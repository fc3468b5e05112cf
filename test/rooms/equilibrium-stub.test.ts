import { describe, expect, it } from 'vitest';
import { createSolver } from '../../src/equilibrium/index.js';
import { dragOnly, fixedDragAngles } from '../support/stub-models.js';

const DEG = Math.PI / 180;

describe('the real solver on stub boats', () => {
  it('gives V/V_T = sin(twa - b)/sin(b) for fixed drag angles', () => {
    for (const [b, share] of [
      [20, 0.5],
      [30, 0.4],
      [40, 0.7],
    ] as const) {
      const solver = createSolver(fixedDragAngles(b * share * DEG, b * (1 - share) * DEG));
      let start: Float64Array | undefined;
      for (const twa of [b + 10, 60, 90, 120, 150]) {
        const r = solver.solve(6, twa * DEG, start ? [start] : []);
        expect(r.ok, `b ${b} twa ${twa}: ${r.ok ? '' : r.reason}`).toBe(true);
        if (!r.ok) return;
        start = r.x;
        expect(r.speed / 6).toBeCloseTo(Math.sin((twa - b) * DEG) / Math.sin(b * DEG), 7);
        expect(r.speedSlope / 6).toBeCloseTo(Math.cos((twa - b) * DEG) / Math.sin(b * DEG), 4);
      }
    }
  });

  it('reports no drive inside the drag angles', () => {
    const solver = createSolver(fixedDragAngles(15 * DEG, 15 * DEG));
    const r = solver.solve(6, 25 * DEG, []);
    expect(r.ok).toBe(false);
    if (!r.ok) expect(r.why).toBe('no drive');
  });

  it('gives the closed form on a drag-only dead run', () => {
    const k = Math.sqrt((1.225 * 1.2 * 7) / (1025 * 0.004 * 1.6));
    expect(k).toBeCloseTo(1.252437, 6);
    const solver = createSolver(dragOnly(1.225, 1.2 * 7, 1025, 0.004 * 1.6));
    const r = solver.solve(5, Math.PI, []);
    expect(r.ok).toBe(true);
    if (r.ok) expect(r.speed / 5).toBeCloseTo(k / (1 + k), 7);
  });
});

EXERCISE:
Each line of the data is to be written out again exactly.

YOUR RESPONSE:
repository fc3468b5e05112cf
filename test/rooms/equilibrium-stub.test.ts
import { describe, expect, it } from 'vitest';
import { createSolver } from '../../src/equilibrium/index.js';
import { dragOnly, fixedDragAngles } from '../support/stub-models.js';

const DEG = Math.PI / 180;

describe('the real solver on stub boats', () => {
  it('gives V/V_T = sin(twa - b)/sin(b) for fixed drag angles', () => {
    for (const [b, share] of [
      [20, 0.5],
      [30, 0.4],
      [40, 0.7],
    ] as const) {
      const solver = createSolver(fixedDragAngles(b * share * DEG, b * (1 - share) * DEG));
      let start: Float64Array | undefined;
      for (const twa of [b + 10, 60, 90, 120, 150]) {
        const r = solver.solve(6, twa * DEG, start ? [start] : []);
        expect(r.ok, `b ${b} twa ${twa}: ${r.ok ? '' : r.reason}`).toBe(true);
        if (!r.ok) return;
        start = r.x;
        expect(r.speed / 6).toBeCloseTo(Math.sin((twa - b) * DEG) / Math.sin(b * DEG), 7);
        expect(r.speedSlope / 6).toBeCloseTo(Math.cos((twa - b) * DEG) / Math.sin(b * DEG), 4);
      }
    }
  });

  it('reports no drive inside the drag angles', () => {
    const solver = createSolver(fixedDragAngles(15 * DEG, 15 * DEG));
    const r = solver.solve(6, 25 * DEG, []);
    expect(r.ok).toBe(false);
    if (!r.ok) expect(r.why).toBe('no drive');
  });

  it('gives the closed form on a drag-only dead run', () => {
    const k = Math.sqrt((1.225 * 1.2 * 7) / (1025 * 0.004 * 1.6));
    expect(k).toBeCloseTo(1.252437, 6);
    const solver = createSolver(dragOnly(1.225, 1.2 * 7, 1025, 0.004 * 1.6));
    const r = solver.solve(5, Math.PI, []);
    expect(r.ok).toBe(true);
    if (r.ok) expect(r.speed / 5).toBeCloseTo(k / (1 + k), 7);
  });
});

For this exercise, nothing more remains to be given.